Google Translate Is Supporting More Than 110 New Languages



Google is adding support for 110 new languages to Google Translate, the company announced on Thursday. Before now, Google Translate supported 133 languages, so this expansion — which the company says its its biggest ever — marks a significant jump, The Verge reported.

Google’s PaLM 2 AI language model helped Translate learn these new languages. It was especially good at learning ones that were related to one another, such as languages “close to Hindi, like Awadhi and Marwadi, and French creoles like Seychellois Creole and Mauritanian Creole,” Google’s Isaac Casswell says in a blog post.

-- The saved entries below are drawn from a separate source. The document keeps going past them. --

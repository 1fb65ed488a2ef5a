import type { CheckKind } from '@/components/probes/check-draft'
import { Button } from '@/components/ui/button'
import { LinkButton } from '@/components/ui/link-button'
import { checkPoints } from '@/lib/probes/check-points'
import type { ProbeDetailDto } from '@/lib/probes/schema'

/** The check is recorded; what is still missing of the three. */
export function CheckDone({
  probe,
  kind,
  onAgain,
}: {
  probe: ProbeDetailDto
  kind: CheckKind
  onAgain: () => void
}) {
  const missing = checkPoints.filter((point) => !probe.checks.some((check) => check.kind === point.kind))
  const title = checkPoints.find((point) => point.kind === kind)?.title ?? ''
  return (
    <section>
      <h2 className="text-title" role="status">
        Recorded: {title.toLowerCase()}.
      </h2>
      <p className="mt-2 text-large">
        {stillWords(
          probe,
          missing.map((point) => point.title.toLowerCase()),
        )}
      </p>
      <div className="mt-6 flex flex-wrap gap-3">
        <Button kind={missing.length > 0 ? 'due' : 'plain'} className="min-h-14! px-6!" onClick={onAgain}>
          Check at another point
        </Button>
        <LinkButton className="min-h-14! px-6!" href={`/probes/${probe.id}`}>
          To the probe’s page
        </LinkButton>
      </div>
    </section>
  )
}

function stillWords(probe: ProbeDetailDto, missing: readonly string[]): string {
  if (missing.length > 0) return `Still missing for ${probe.name}: ${missing.join(' and ')}.`
  if (probe.usualRole === 'lead' && probe.leadFaults.length > 0) return probe.leadFaults.join(' ')
  return `All three points of ${probe.name} are checked.`
}
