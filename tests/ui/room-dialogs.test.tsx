import { cleanup, render, screen, within } from '@testing-library/react'
import userEvent from '@testing-library/user-event'
import { afterEach, describe, expect, test, vi } from 'vitest'
import { GatewayTokens } from '@/components/probes/gateway-tokens'
import { FormDialog } from '@/components/ui/form-dialog'
import { ToastProvider } from '@/components/ui/toast'

const router = { refresh: vi.fn(), push: vi.fn() }
vi.mock('next/navigation', () => ({ useRouter: () => router }))

afterEach(() => {
  cleanup()
  vi.unstubAllGlobals()
  router.refresh.mockClear()
})

type Sent = { method: string | undefined; url: string; body: unknown }

/** Answers every request alike and keeps what was sent. */
function stubServer(status: number, answer: unknown): Sent[] {
  const sent: Sent[] = []
  vi.stubGlobal('fetch', async (url: string, init?: RequestInit) => {
    sent.push({
      method: init?.method,
      url,
      body: typeof init?.body === 'string' ? JSON.parse(init.body) : null,
    })
    return new Response(status === 204 ? null : JSON.stringify(answer), { status })
  })
  return sent
}

function CheckInFahrenheit({ name = 'Bilge A' }: { name?: string }) {
  return (
    <FormDialog
      openLabel="Check"
      openFor={name}
      title={`Check ${name}`}
      submitLabel="Record the check"
      method="POST"
      path="/api/probes/1/checks"
      personUnit="F"
      fields={[
        { name: 'label', label: 'Label', kind: 'text', defaultValue: name },
        { name: 'measuredTempC', label: 'The probe read', kind: 'temperature' },
        { name: 'uncertaintyC', label: 'Uncertainty', kind: 'difference' },
      ]}
    />
  )
}

describe('a dialog of fields', () => {
  test('sends temperatures typed in °F as °C, and differences without the 32', async () => {
    const sent = stubServer(201, { id: '1' })
    render(<CheckInFahrenheit />)
    await userEvent.click(screen.getByRole('button', { name: 'Check Bilge A' }))
    await userEvent.type(screen.getByLabelText('The probe read'), '401')
    await userEvent.type(screen.getByLabelText('Uncertainty'), '1,8')
    await userEvent.click(screen.getByRole('button', { name: 'Record the check' }))
    expect(sent).toEqual([
      {
        method: 'POST',
        url: '/api/probes/1/checks',
        body: { label: 'Bilge A', measuredTempC: 205, uncertaintyC: 1 },
      },
    ])
    expect(screen.queryByRole('dialog')).toBeNull()
    expect(router.refresh).toHaveBeenCalledOnce()
  })

  test('keeps what was typed when it is refused, and says the bound in the person’s unit', async () => {
    stubServer(422, {
      title: 'Something needs mending',
      detail: 'Look at the fields.',
      fields: { measuredTempC: 'Up to 400 °C.', uncertaintyC: 'Up to 10 °C.' },
    })
    render(<CheckInFahrenheit />)
    await userEvent.click(screen.getByRole('button', { name: 'Check Bilge A' }))
    await userEvent.type(screen.getByLabelText('The probe read'), '900')
    await userEvent.click(screen.getByRole('button', { name: 'Record the check' }))
    expect(screen.getByLabelText('The probe read')).toHaveProperty('value', '900')
    expect(screen.getAllByText(/Up to 752 °F/).length).toBeGreaterThan(0)
    expect(screen.getAllByText(/Up to 18 °F/).length).toBeGreaterThan(0)
  })

  test('begins with what holds now when it is opened again, unless something was typed', async () => {
    const { rerender } = render(<CheckInFahrenheit />)
    rerender(<CheckInFahrenheit name="Bilge C" />)
    await userEvent.click(screen.getByRole('button', { name: 'Check Bilge C' }))
    expect(screen.getByLabelText('Label')).toHaveProperty('value', 'Bilge C')
    await userEvent.type(screen.getByLabelText('Label'), '!')
    await userEvent.click(screen.getByRole('button', { name: 'Cancel' }))
    await userEvent.click(screen.getByRole('button', { name: 'Check Bilge C' }))
    expect(screen.getByLabelText('Label')).toHaveProperty('value', 'Bilge C!')
  })
})

describe('a gateway’s tokens', () => {
  const token = {
    id: 't1',
    createdAt: '2026-03-01T10:00:00.000Z',
    createdBy: 'P. Quill',
    lastUsedAt: null,
    revokedAt: null,
    expiresAt: null,
  }

  function Tokens() {
    return (
      <ToastProvider>
        <GatewayTokens
          gateway={{ id: 'g1', name: 'Shed', isRetired: false }}
          tokens={[token]}
          zone="Europe/London"
        />
      </ToastProvider>
    )
  }

  test('a new one is shown once, after asking', async () => {
    const sent = stubServer(201, { id: 't2', token: 'emb_secret' })
    render(<Tokens />)
    await userEvent.click(screen.getByRole('button', { name: 'New token' }))
    await userEvent.click(screen.getByRole('button', { name: 'Make the token' }))
    expect(sent.map((one) => [one.method, one.url])).toEqual([['POST', '/api/gateways/g1/tokens']])
    expect(screen.getByLabelText('Device token')).toHaveProperty('value', 'emb_secret')
    await userEvent.click(screen.getByRole('button', { name: 'Done' }))
    expect(screen.queryByLabelText('Device token')).toBeNull()
  })

  test('a code to enrol is shown once, with the time it ends', async () => {
    const sent = stubServer(201, { code: 'K7QW-3M9X-TR4H', expiresAt: '2026-03-01T10:30:00.000Z' })
    render(<Tokens />)
    await userEvent.click(screen.getByRole('button', { name: 'Make a code to enrol' }))
    await userEvent.click(screen.getByRole('button', { name: 'Make the code' }))
    expect(sent.map((one) => [one.method, one.url])).toEqual([['POST', '/api/gateways/g1/enrolment-codes']])
    expect(screen.getByLabelText('Code')).toHaveProperty('value', 'K7QW-3M9X-TR4H')
    expect(screen.getByText(/before 10:30/)).toBeTruthy()
  })

  test('one is rotated after asking, and the new one shown once', async () => {
    const sent = stubServer(201, { id: 't2', token: 'emb_next' })
    render(<Tokens />)
    await userEvent.click(screen.getByRole('button', { name: 'Rotate' }))
    const asked = screen.getByRole('dialog', { name: 'Rotate a token of Shed?' })
    await userEvent.click(within(asked).getByRole('button', { name: 'Rotate' }))
    expect(sent.map((one) => [one.method, one.url])).toEqual([['POST', '/api/gateways/g1/tokens/t1/rotate']])
    expect(screen.getByLabelText('Device token')).toHaveProperty('value', 'emb_next')
  })

  test('one is revoked after asking', async () => {
    const sent = stubServer(204, null)
    render(<Tokens />)
    await userEvent.click(screen.getByRole('button', { name: 'Revoke' }))
    const asked = screen.getByRole('dialog', { name: 'Revoke this token?' })
    await userEvent.click(within(asked).getByRole('button', { name: 'Revoke' }))
    expect(sent.map((one) => [one.method, one.url])).toEqual([['DELETE', '/api/gateways/g1/tokens/t1']])
  })
})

Google posted the following on their Keyword Blog:

Google Translate breaks down language barriers to help people connect and better understand the world around them. We’re always applying the latest technologies so more people can access this tool: in 2022, we added 24 new languages using Zero-Shot Machine Translation, where a machine learning model learns to translate into another language without ever seeing an example. And we announced the 1,0000 Languages initiative, a commitment to build AI models that will support the 1,000 most spoken languages around the world.

Here are some of the newly supported language in Google Translate:

Afar is a tonal language spoken in Djibouti, Eritrea and Ethiopia. Of all the languages in this launch, Afar had the most volunteer community contributions.

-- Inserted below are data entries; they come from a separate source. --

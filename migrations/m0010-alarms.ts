import { Migration } from '@mikro-orm/migrations'

/**
 * Alarms after ISA-18.2: every move of every alarm, append-only, each from where the alarm stood before. A site that
 * is set up already gets the rules of signals and alarms as a new version of its settings, so that what was fired and
 * scored under the older ones stays as it was.
 */
export class M0010Alarms extends Migration {
  override up(): void {
    this.addSql(`
      -- The allowed moves between the states of an alarm (mirrors lib/alarms/alarm-states.ts).
      create table alarm_moves (from_state text, to_state text, primary key (from_state, to_state));
      insert into alarm_moves values
        ('normal', 'unacknowledged'), ('normal', 'suppressed'),
        ('unacknowledged', 'acknowledged'), ('unacknowledged', 'returned unacknowledged'),
        ('unacknowledged', 'shelved'), ('unacknowledged', 'suppressed'), ('unacknowledged', 'normal'),
        ('acknowledged', 'normal'), ('acknowledged', 'shelved'), ('acknowledged', 'suppressed'),
        ('returned unacknowledged', 'normal'), ('returned unacknowledged', 'unacknowledged'),
        ('returned unacknowledged', 'shelved'), ('returned unacknowledged', 'suppressed'),
        ('shelved', 'unacknowledged'), ('shelved', 'normal'), ('shelved', 'suppressed'),
        ('suppressed', 'unacknowledged'), ('suppressed', 'normal');

      create table alarm_events (
        id bigint generated always as identity primary key,
        firing_id uuid not null references firings (id),
        hearth_id uuid references hearths (id),
        kind text not null check (kind in ('wood maximum', 'no reading', 'gateway lost', 'climb maximum', 'spread',
          'below band', 'stage overrun', 'short pull', 'reminder')),
        subject text not null check (char_length(subject) <= 60),
        occurrence_id uuid not null,
        from_state text not null,
        to_state text not null,
        at timestamptz not null,
        account_id uuid references accounts (id),
        words text not null check (char_length(words) between 1 and 300),
        value double precision,
        limit_value double precision,
        reason text check (char_length(reason) between 1 and 200),
        shelved_until timestamptz,
        constraint alarm_events_move_allowed
          foreign key (from_state, to_state) references alarm_moves (from_state, to_state),
        constraint alarm_events_seen_by_somebody check (
          account_id is not null or not (to_state = 'acknowledged' or to_state = 'shelved'
            or (from_state = 'returned unacknowledged' and to_state = 'normal'))),
        constraint alarm_events_shelved_for_a_time check (
          (to_state = 'shelved') = (shelved_until is not null)
          and (to_state <> 'shelved' or (reason is not null and shelved_until > at
            and shelved_until <= at + interval '2 hours'))),
        constraint alarm_events_only_reminders_go_unseen check (
          kind = 'reminder' or not (from_state = 'unacknowledged' and to_state = 'normal'))
      );
      create index alarm_events_alarm_idx on alarm_events (firing_id, kind, subject, id desc);
      create index alarm_events_occurrence_idx on alarm_events (occurrence_id, id);
      create index alarm_events_came_idx on alarm_events (at desc, id desc) where from_state = 'normal';

      -- One move after the other, each from where the alarm stands; time never falls, whatever a clock does.
      create function guard_alarm_event() returns trigger language plpgsql as $$
      declare last record;
      begin
        perform pg_advisory_xact_lock(hashtext('emberstave.alarms'), hashtext(new.firing_id::text));
        select to_state, occurrence_id, at into last from alarm_events
          where firing_id = new.firing_id and kind = new.kind and subject = new.subject
          order by id desc limit 1;
        if new.from_state <> coalesce(last.to_state, 'normal') then
          raise exception 'this alarm is %, not %', coalesce(last.to_state, 'normal'), new.from_state
            using errcode = 'restrict_violation', constraint = 'alarm_events_in_turn';
        end if;
        if new.from_state = 'normal' then
          if exists (select from alarm_events where occurrence_id = new.occurrence_id) then
            raise exception 'an alarm comes each time anew'
              using errcode = 'restrict_violation', constraint = 'alarm_events_in_turn';
          end if;
        elsif new.occurrence_id <> last.occurrence_id then
          raise exception 'this is another coming of the alarm'
            using errcode = 'restrict_violation', constraint = 'alarm_events_in_turn';
        end if;
        new.at := greatest(new.at, last.at);
        if new.to_state not in ('normal', 'suppressed')
          and exists (select from firings where id = new.firing_id and ended_at < new.at) then
          raise exception 'the firing has ended'
            using errcode = 'restrict_violation', constraint = 'alarm_events_in_turn';
        end if;
        new.hearth_id := coalesce(new.hearth_id, (select hearth_id from firing_placements
          where firing_id = new.firing_id and from_at <= new.at order by from_at desc limit 1));
        return new;
      end $$;
      create trigger alarm_events_guard before insert on alarm_events
        for each row execute function guard_alarm_event();
      create trigger alarm_events_append_only before update or delete on alarm_events
        for each row execute function refuse_change();

      grant select, insert on alarm_events to emberstave_app;
      grant select on alarm_moves to emberstave_app;

      with put_in_force as (
        insert into site_settings (version, name, serial_prefix, time_zone, rules, is_demo, created_at, created_by)
        select version + 1, name, serial_prefix, time_zone, rules || jsonb_build_object(
            'signals', '{"areChecked": true, "stuckAfterS": 30, "stuckWithinC": 0.05, "stuckWitnessC": 10,
              "stepC": 40, "stepAgreeS": 3, "pairApartC": 25, "pairApartS": 30, "gatewayLostAfterS": 5,
              "clockApartS": 2}'::jsonb,
            'alarms', '{"onDelayS": 5, "offDelayS": 15, "deadbandC": 4, "climbDeadbandShare": 0.2,
              "slowOnDelayS": 60, "belowBandTimes": 2, "overrunAfterS": 60, "remindAfterS": 30,
              "shelveAtMostMin": 15}'::jsonb),
          is_demo, clock_timestamp(), null
          from site_settings order by version desc limit 1
        returning version)
      insert into audit_entries (at, actor_id, actor_name, action, subject_type, subject_id, detail)
      select clock_timestamp(), null, 'set-up', 'site.changed', 'site', '1', jsonb_build_object('version', version,
          'why', 'Signals are checked and alarms kept from this version on.')
        from put_in_force;
    `)
  }

  override down(): void {
    this.addSql(`
      drop table alarm_events; drop table alarm_moves; drop function guard_alarm_event();
    `)
  }
}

Cantonese has long been one of the most requested languages for Google Translate. Because Cantonese often overlaps with Mandarin in writing, it’s tricky to find data and train models.

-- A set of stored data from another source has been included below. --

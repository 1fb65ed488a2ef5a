import { CheckDue } from '@/components/probes/check-due'
import { CheckTable } from '@/components/probes/check-table'
import { CorrectionPicture } from '@/components/probes/correction-picture'
import { PlaceTable } from '@/components/probes/place-table'
import { hearthWords, placeWords } from '@/components/probes/place-words'
import { ChangeProbe } from '@/components/probes/probe-dialog'
import { ProbeFiringTable } from '@/components/probes/probe-firing-table'
import { RetireButton } from '@/components/probes/retire-button'
import { RoomTabs } from '@/components/probes/room-tabs'
import { LinkButton } from '@/components/ui/link-button'
import { Notice } from '@/components/ui/notice'
import { PageHead } from '@/components/ui/page-head'
import { Pager } from '@/components/ui/pager'
import { Time } from '@/components/ui/time'
import { changeQuery, nextPageHref } from '@/components/ui/url-query'
import type { TemperatureUnit } from '@/lib/format'
import type { ProbePage } from '@/lib/probes/get-probe-page'
import { shownSentence } from '@/lib/recipes/shown-sentence'

/** One probe: where it is and was, its checks and correction, the firings that it read. */
export function ProbeView({
  page,
  values,
  unit,
}: {
  page: ProbePage
  values: Readonly<Record<string, string>>
  unit: TemperatureUnit
}) {
  const { probe, firings, timeZone, nowMs } = page
  const href = `/probes/${probe.id}`
  return (
    <>
      <PageHead
        title={probe.name}
        aside={probe.retiredAt === null ? 'probe' : 'retired probe'}
        sub={<Sub page={page} />}
        verdict={probe.retiredAt === null ? <CheckDue probe={probe} zone={timeZone} /> : undefined}
        verdictSub={
          probe.retiredAt === null && probe.checkState !== 'not asked' ? 'next check due' : undefined
        }
        actions={probe.retiredAt === null ? <Actions page={page} /> : undefined}
      />
      <RoomTabs current="probes" />
      <div className="space-y-8">
        {probe.retiredAt === null && probe.usualRole === 'lead' ? (
          <LeadFaults faults={probe.leadFaults.map((fault) => shownSentence('', fault, unit))} />
        ) : null}
        <section>
          <h2 className="mb-2">Correction</h2>
          <CorrectionPicture checks={probe.allChecks} nowMs={nowMs} zone={timeZone} unit={unit} />
          <div className="mt-4">
            <CheckTable checks={probe.allChecks} zone={timeZone} unit={unit} />
          </div>
        </section>
        <section>
          <h2 className="mb-2">Where it was</h2>
          <PlaceTable places={probe.places} zone={timeZone} />
        </section>
        <section>
          <h2 className="mb-2">Firings that it read</h2>
          <ProbeFiringTable firings={firings.items} zone={timeZone} />
          <Pager
            firstHref={
              values['cursor'] === undefined ? undefined : changeQuery(href, values, { cursor: null })
            }
            nextHref={nextPageHref(href, values, firings.nextCursor)}
          />
        </section>
      </div>
    </>
  )
}

function Sub({ page: { probe, timeZone } }: { page: ProbePage }) {
  const serial = probe.serial === '' ? '' : `, serial ${probe.serial}`
  return (
    <>
      <p>
        {hearthWords(probe.hearth?.number ?? null, probe.usualRole)}, {placeWords(probe.place)}
      </p>
      <p>
        Type {probe.thermocoupleType}, class {probe.iecClass}
        {serial}. {probe.gateway.name}, channel {probe.channel}.
      </p>
      {probe.isReading ? (
        <p>It reads a firing now: it is not moved or retired until that has ended.</p>
      ) : null}
      {probe.retiredAt === null ? null : (
        <p>
          Retired <Time at={probe.retiredAt} zone={timeZone} />. It stays in its firings.
        </p>
      )}
    </>
  )
}

function LeadFaults({ faults }: { faults: readonly string[] }) {
  if (faults.length === 0) return null
  return (
    <Notice tone="attention">
      {faults.map((fault) => (
        <p key={fault}>{fault}</p>
      ))}
      <p className="text-soft">Until then a firing under it starts with a signed override only.</p>
    </Notice>
  )
}

function Actions({ page }: { page: ProbePage }) {
  const { probe } = page
  return (
    <>
      {page.mayWrite ? (
        <>
          <RetireButton name={probe.name} path={`/api/probes/${probe.id}/retire`}>
            It stays in every firing that it read. Its channel is free at once, and readings that still come
            from it are refused. This cannot be undone.
          </RetireButton>
          <ChangeProbe probe={probe} choices={page} kind="plain" />
        </>
      ) : null}
      {page.mayCheck && probe.usualRole !== 'coals' ? (
        <LinkButton kind="main" href={`/probes/${probe.id}/check`}>
          Check it
        </LinkButton>
      ) : null}
    </>
  )
}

Manx is the Celtic language of the Isle of Man. It almost went extinct with the death of its last native speaker in 1974. But thanks to an island-wide revival movement, there are now thousands of speakers.

NKo is a standardized form of the West African languages that unifies many dialects into a common language. It’s unique alphabet was invented in 1949, and it has an active research community that develops resources and technology for it today.

Punjabi (Shahmukhi) is the variety of Punjabi written in Perso-Arabic script (Shahmukhi), and is the most spoken language in Pakistan.

Tamzight (Amazigh) is a Berber language spoken across North Africa. Although there are many dialects, the written form is generally mutually understandable. It’s written in Latin script and Tifingah script, both of which Google Translate supports.

Tok Pisin is an English-based creole and the lingua franca of Papua New Guinea. If you speak English, try translating to Tok Pisin — and you might be able to make out the meaning!

ArsTechnica reported that, in a blog post, Google Senior Software Engineer Isaac Caswell claimed that the newly added languages are spoken by more than 614 million people, or about 8 percent of the global population.

In my opinion, Google has created an easy way for people to learn a second language. This reminds me of the Rosetta Stone, an archeological find that had three of the most prominent languages at the time copied onto it.